This work is organized as follows: in Section 2, we study MRBH. In Section 3, by using GBT, we calculate the deflection angle in the background of non-plasma medium. In Section 4, we analyse the graphical behaviour of deflection angle in non-plasma medium. In Section 5, we compute the deflection angle for MRBH in plasma medium, and in Section 6 we study the graphical influence of deflection angle in plasma medium. In Section 7, we calculate the bound of greybody factor for MRBH. In Section 8, we observe the graphical impact of greybody bound. The last Section 9 is devoted to the conclusion.

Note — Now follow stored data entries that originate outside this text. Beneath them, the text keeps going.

//! The rows of a table as numbers, one at a time, each with its line.

use super::stream::{Text, problem_of};
use super::{FileError, FileProblem, TimeUnit};
use crate::{Error, Result};
use csv::{ByteRecord, ErrorKind, ReaderBuilder, Terminator};
use std::io::BufReader;
use std::path::Path;

/// The rows of a table below its header, if it has one.
pub(super) struct Rows<'a> {
    reader: csv::Reader<BufReader<super::stream::BoundedLines>>,
    record: ByteRecord,
    path: &'a Path,
    gzip: bool,
    columns: &'a [String],
    rules: RowRules,
    /// Lines above the rows.
    above: u64,
    /// Line of the current row, from one.
    line: u64,
    any: bool,
}

/// How a row is cut into fields.
#[derive(Debug, Clone, Copy)]
pub(super) struct RowRules {
    pub(super) delimiter: u8,
    /// Several delimiters in a row count as one, and those at the ends as none.
    pub(super) merge: bool,
    /// A line that starts with `#` is not a row.
    pub(super) comments: bool,
}

/// Which field of a row holds what.
#[derive(Debug, Clone, Copy, PartialEq, Eq)]
pub(super) struct Roles {
    pub(super) time: Option<usize>,
    pub(super) x: usize,
    pub(super) y: usize,
    pub(super) pupil: Option<usize>,
}

/// The columns of a table of samples.
#[derive(Debug, Default)]
pub(super) struct Samples {
    pub(super) time: Vec<f64>,
    pub(super) x: Vec<f64>,
    pub(super) y: Vec<f64>,
    pub(super) pupil: Vec<f64>,
    pub(super) half_missing: usize,
    pub(super) marked_missing: usize,
}

impl<'a> Rows<'a> {
    /// The rows that `text` still holds, `above` lines having been read.
    pub(super) fn new(
        text: Text,
        path: &'a Path,
        columns: &'a [String],
        rules: RowRules,
        above: u64,
    ) -> Self {
        // Fields are cut at delimiters alone, and lines at LF alone: a stray quote cannot swallow the
        // lines after it, and each line has a number. `Text` ends the last one.
        let reader = ReaderBuilder::new()
            .delimiter(rules.delimiter)
            .terminator(Terminator::Any(b'\n'))
            .quoting(false)
            .flexible(true)
            .has_headers(false)
            .buffer_capacity(1 << 16)
            .from_reader(text.reader);
        let (gzip, record) = (text.gzip, ByteRecord::new());
        Self { reader, record, path, gzip, columns, rules, above, line: above, any: false }
    }

    /// Goes to the next row; `false` after the last.
    pub(super) fn advance(&mut self) -> Result<bool> {
        let mut blank = None;
        loop {
            match self.reader.read_byte_record(&mut self.record) {
                Ok(true) => {}
                Ok(false) => return Ok(false),
                Err(error) => return Err(self.unreadable(error)),
            }
            // The reader stands after the record's line end and skips empty lines by itself.
            let line = self.above + self.reader.position().line().saturating_sub(1);
            if line > self.line + 1 {
                blank.get_or_insert(self.line + 1);
            }
            self.line = line;
            let Some(first) = self.record.iter().map(<[u8]>::trim_ascii).find(|f| !f.is_empty())
            else {
                if self.rules.merge || self.record.len() == 1 {
                    blank.get_or_insert(line);
                    continue;
                }
                break;
            };
            if !(self.rules.comments && first.starts_with(b"#")) {
                break;
            }
        }
        let expected = self.columns.len();
        if let (Some(blank), true) = (blank, self.any) {
            let problem = FileProblem::RaggedRow { expected, found: 0 };
            return Err(FileError::new(self.path, problem).on_line(blank).into_error());
        }
        self.any = true;
        let found = if self.rules.merge { self.merged().count() } else { self.record.len() };
        if found == expected {
            return Ok(true);
        }
        let problem = FileProblem::RaggedRow { expected, found };
        Err(FileError::new(self.path, problem).on_line(self.line).into_error())
    }

    /// Field `index` of the current row as a number; NaN if it is missing.
    pub(super) fn number(&self, index: usize) -> Result<f64> {
        let field = unquoted(self.field(index).trim_ascii());
        let Ok(text) = std::str::from_utf8(field) else {
            return Err(self.wrong(index, FileProblem::NotUtf8));
        };
        match text.parse::<f64>() {
            Ok(value) if value.is_infinite() => {
                let (column, text) = (self.column(index), shortened(text));
                Err(self.wrong(index, FileProblem::InfiniteNumber { column, text }))
            }
            Ok(value) => Ok(value),
            Err(_) if is_missing(text) => Ok(f64::NAN),
            Err(_) => {
                let (column, text) = (self.column(index), shortened(text));
                Err(self.wrong(index, FileProblem::NotANumber { column, text }))
            }
        }
    }

    /// Field `index` of the current row as text, as it stands there.
    pub(super) fn text(&self, index: usize) -> Result<&str> {
        let field = self.field(index);
        std::str::from_utf8(field.strip_suffix(b"\r").unwrap_or(field))
            .map_err(|_| self.wrong(index, FileProblem::NotUtf8))
    }

    /// A problem of field `index` of the current row.
    pub(super) fn wrong(&self, index: usize, problem: FileProblem) -> Error {
        FileError::new(self.path, problem).on_line(self.line).in_column(index + 1).into_error()
    }

    fn field(&self, index: usize) -> &[u8] {
        let field =
            if self.rules.merge { self.merged().nth(index) } else { self.record.get(index) };
        field.unwrap_or_default()
    }

    fn merged(&self) -> impl Iterator<Item = &[u8]> {
        self.record.iter().filter(|field| !field.trim_ascii().is_empty())
    }

    fn column(&self, index: usize) -> String {
        self.columns.get(index).map(|name| shortened(name)).unwrap_or_default()
    }

    fn unreadable(&self, error: csv::Error) -> Error {
        let line = self.above + self.reader.position().line();
        let error = match error.into_kind() {
            ErrorKind::Io(error) => error,
            other => std::io::Error::other(format!("{other:?}")),
        };
        problem_of(self.path, self.gzip, &error).on_line(line).into_error()
    }
}

impl Samples {
    /// All rows. A sample is missing in both axes if it is in one, or if one equals a value of
    /// `marks`.
    pub(super) fn read(
        rows: &mut Rows<'_>,
        roles: Roles,
        unit: TimeUnit,
        marks: &[f64],
    ) -> Result<Self> {
        let mut samples = Self::default();
        while rows.advance()? {
            if let Some(index) = roles.time {
                samples.time.push(rows.number(index)? / unit.per_second());
            }
            let (x, y) = (rows.number(roles.x)?, rows.number(roles.y)?);
            let lost = |axis: f64| axis.is_nan() || marks.contains(&axis);
            samples.marked_missing += usize::from(marks.contains(&x) || marks.contains(&y));
            samples.half_missing += usize::from(lost(x) != lost(y));
            let present = !(lost(x) || lost(y));
            samples.x.push(if present { x } else { f64::NAN });
            samples.y.push(if present { y } else { f64::NAN });
            if let Some(index) = roles.pupil {
                samples.pupil.push(rows.number(index)?);
            }
        }
        if samples.x.is_empty() {
            return Err(FileError::new(rows.path, FileProblem::Empty).into_error());
        }
        Ok(samples)
    }
}

/// Refuses marks of loss that no number of a table could equal.
pub(super) fn check_marks(marks: &[f64]) -> Result<()> {
    match marks.iter().find(|mark| !mark.is_finite()) {
        Some(&value) => Err(Error::Parameter { name: "missing_value", value, allowed: "finite" }),
        None => Ok(()),
    }
}

/// Whether a field that is no number says that there is none. (`nan` is a number to the parser.)
fn is_missing(text: &str) -> bool {
    text.is_empty() || text.eq_ignore_ascii_case("n/a") || text.eq_ignore_ascii_case("na")
}

/// A field without the quotes around it.
pub(super) fn unquoted(field: &[u8]) -> &[u8] {
    match field {
        [b'"', inner @ .., b'"'] => inner.trim_ascii(),
        _ => field,
    }
}

/// As much of a text as a sentence can carry.
pub(super) fn shortened(text: &str) -> String {
    const SHOWN: usize = 40;
    match text.chars().nth(SHOWN) {
        Some(_) => text.chars().take(SHOWN).chain(['…']).collect(),
        None => text.to_owned(),
    }
}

2. Magnetized Regular Black Hole (MRBH)

A magnetic black hole is a black hole with a magnetic charge. Magnetic black holes are permanent configurations compatible with the laws of physics. They have some interesting properties because they have large magnetic fields. Electro-weak symmetry can be restored around the black hole due to magnetized black hole. In astrophysics, magnetized black holes have received a lot of attention because they are supposed to be good models for realistic stellar-mass and supermassive black holes. A mathematical formulation for a black hole which does not contain a singularity is known as regular black hole.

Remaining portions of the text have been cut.